Publicado en Cielosports.com
En más de una ocasión se han planteado comparaciones que han terminado siendo poco felices entre el fútbol femenino y el masculino, y el ejemplo más claro de todos es el que ubica a Estefanía Banini como la ‘Messi de la Selección Argentina Femenina’. Sin embargo en esta ocasión hay un paralelismo entre el fútbol que practica cada género que puede resultar de utilidad.
“¿Festejan un empate?”. “¡Jugaron a defenderse contra Japón!”. Esas fueron algunas de las reacciones que predominaron en las redes sociales entre los (pocos, por suerte) que se mostraron críticos con la actuación de Argentina en su primera presentación por el Mundial de Francia 2019, en donde el equipo consiguió su primer punto mundialista al igualar 0-0 frente a las niponas.
Las condiciones en las que el fútbol femenino se desarrolla en Argentina ya fueron relevadas en reiteradas ocasiones durante los últimos meses: precarización, falta de inversión, malas condiciones de infraestructura, ausencia de proyectos y, hasta la última temporada, amateurismo. La lista, sin hacer demasiado esfuerzo, puede seguir desarrollándose.
Al fútbol femenino en Argentina no se le puede exigir con la misma medida con la que se analiza al masculino, por la sencilla razón de que en uno el país es potencia, fruto de un siglo de desarrollo, y en el otro siempre ha sido reducido prácticamente a la nada: ese desarrollo nunca existió, y recién en el último año, tras el ‘Topo Gigio’ de la Copa América, se le comenzó a dar visibilización.
Con esa idea en la cabeza, el mejor paralelismo para lo que se vivió en el debut es que Argentina es la Islandia de Rusia 2018: de punto y ante el último subcampeón, con jugadoras en muchos casos amateurs y contra un seleccionado íntegramente profesional, terminó sacando un empate tan meritorio como merecido cuando todo el mundo vaticinaba una goleada.
¿Se festeja un empate? ¡Claro! ¿Cómo no festejarlo ante el campeón de 2011 y subcampeón de 2015 cuando en seis partidos mundialistas la cosecha de Argentina era de seis derrotas? ¿Se jugó a defenderse ante las asiáticas? ¡Totalmente! Con un proyecto a conciencia y respetando los procesos la Selección puede crecer a pasos gigantes, pero hoy la potencia, el cuco, era Japón.

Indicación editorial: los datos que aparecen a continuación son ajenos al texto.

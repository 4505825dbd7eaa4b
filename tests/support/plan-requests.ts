// The invented test plan as API request bodies: a bench profile, a stock load, a board with its power design and a
// roundup on the Helix-1700 platform. API tests, Playwright specs and the capture benchmark build their plans from
// these, each with names of its own.

/** A calendar date `days` from today (UTC), YYYY-MM-DD. */
export function dayFromToday(days: number): string {
  return new Date(Date.now() + days * 86_400_000).toISOString().slice(0, 10);
}

/** An open-bench profile in a 21 °C ± 1 °C room with one type K probe under the V-core stages. */
export function benchProfileRequest(name: string, overrides: Record<string, unknown> = {}) {
  return {
    name,
    caseAndFans: 'Open test bench, one 120 mm fan at 800 rpm aimed at the board',
    cooler: 'Quillon Arctide 360 liquid cooler',
    psu: 'Ostrel Works 1000 W Platinum',
    memory: '2 × 16 GB at 6000 MT/s, profile timings',
    roomTempTargetC: 21,
    roomTempToleranceC: 1,
    probeType: 'Type K thermocouple, 0.1 mm bead',
    probePlacement: 'Board rear under the V-core stages, taped',
    requiredSoakMinutes: 60,
    ...overrides,
  };
}

/** A stock all-core load on a 16-core sample soaking 60 minutes. */
export function loadConfigurationRequest(name: string, overrides: Record<string, unknown> = {}) {
  return {
    name,
    cpuDescription: 'Helix HX-16 sample, 16 cores',
    settingsMode: 'stock',
    expectedPackagePowerW: 230,
    coreVoltageV: 1.25,
    soakMinutes: 60,
    ...overrides,
  };
}

/** An ATX board for the platform with a doubled 8-phase V-core design and the usual rear I/O. */
export function productRequest(
  maker: string,
  model: string,
  platform: string,
  overrides: Record<string, unknown> = {},
) {
  return {
    maker,
    model,
    platform,
    socket: 'HX4',
    chipset: 'HX-B50',
    formFactor: 'atx' as const,
    releaseDate: '2025-03-14',
    powerDesign: {
      controller: 'KV-PWM8',
      controllerPhases: 8,
      phaseMultiplication: 'doubled' as const,
      stagesPerPhase: 1,
      vcoreStageType: 'integrated-power-stage' as const,
      vcoreStagePart: 'KVS-60',
      vcoreStageCurrentA: 60,
      socRailStages: 2,
      otherRails: '1 stage auxiliary',
      heatsinkNotes: 'Two finned blocks joined by a heat pipe',
    },
    features: {
      rearUsb: { usb2: 4, usb5g: 2, usb10g: 2, usb20g: 1, usb40g: 0 },
      frontUsbCHeader: 'usb-10g' as const,
      lanSpeedMbps: 2500,
      wifi: 'wifi-6e' as const,
      m2Slots: 3,
      sataPorts: 4,
      audio: '7.1 HD audio',
      ioShieldPrefitted: true,
    },
    ...overrides,
  };
}

/** A roundup in Planning for the platform, publishing in 60 days, priced EUR 150–220 in Germany. */
export function roundupRequest(
  title: string,
  platform: string,
  plan: { benchProfileId: number; loadConfigurationIds: number[] },
  overrides: Record<string, unknown> = {},
) {
  return {
    title,
    platform,
    priceBand: { minMinor: 15000, maxMinor: 22000, currency: 'EUR', region: 'DE' },
    targetPublishDate: dayFromToday(60),
    timeZone: 'Europe/Berlin',
    ...plan,
    ...overrides,
  };
}

/** Sends one API request as a signed-in staff member and answers its JSON; throws on anything but success. */
export type SendRequest = (method: 'GET' | 'POST', path: string, body?: unknown) => Promise<unknown>;

export interface AssignedCell {
  roundupId: number;
  entryId: number;
  cellId: number;
  maker: string;
  model: string;
  loadName: string;
}

/**
 * As an editor: a roundup on the bench with one board under one stock load, its one cell assigned to the tester and
 * due in five days. `suffix` keeps every name apart from other runs.
 */
export async function planAssignedCell(
  send: SendRequest,
  options: { suffix: string; testerId: number; profileName: string; title: string; model: string },
): Promise<AssignedCell> {
  const { suffix } = options;
  const platform = `Helix-1700 ${suffix}`;
  const created = async (path: string, body: unknown) => ((await send('POST', path, body)) as { id: number }).id;
  const benchProfileId = await created('/api/bench-profiles', benchProfileRequest(`${options.profileName} ${suffix}`));
  const loadName = `Stock all-core ${suffix}`;
  const loadConfigurationId = await created('/api/load-configurations', loadConfigurationRequest(loadName));
  const maker = `Quillon ${suffix}`;
  const productId = await created('/api/catalog/products', productRequest(maker, options.model, platform));
  const roundupId = await created(
    '/api/roundups',
    roundupRequest(`${options.title} ${suffix}`, platform, {
      benchProfileId,
      loadConfigurationIds: [loadConfigurationId],
    }),
  );
  const { entry } = (await send('POST', `/api/roundups/${roundupId}/entries`, { productId, kind: 'tested' })) as {
    entry: { id: number };
  };
  await send('POST', `/api/roundups/${roundupId}/state`, { to: 'on-the-bench' });
  await send('POST', `/api/roundups/${roundupId}/assignments`, {
    entryIds: [entry.id],
    testerId: options.testerId,
    dueDate: dayFromToday(5),
  });
  const matrix = (await send('GET', `/api/roundups/${roundupId}/matrix`)) as { rows: { cells: { id: number }[] }[] };
  return {
    roundupId,
    entryId: entry.id,
    cellId: matrix.rows[0].cells[0].id,
    maker,
    model: options.model,
    loadName,
  };
}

Ahora, el desafío será no quedarse y seguir por el mismo camino. Su primer objetivo era sumar un punto y lo consiguió; el segundo es poder ganar por primera vez un partido, y el tercero avanzar a Octavos de Final. Con el empate ante Japón todo indica que, si logra ganar, seguramente también conseguirá pasar de ronda. El partido clave para el fútbol femenino nacional, en los papeles, será el de la última fecha ante Escocia.
Islandia falló luego de sorprender a la Selección nacional masculina en Rusia, y no consiguió dar el siguiente paso. Ahí estará el próximo desafío de la Albiceleste: en potenciar lo que se hizo bien y utilizarlo como combustible para ganar confianza y creer que sí, que se puede, sin dejar de ser conscientes de las propias limitaciones. Lo que ya hicieron invita al optimismo.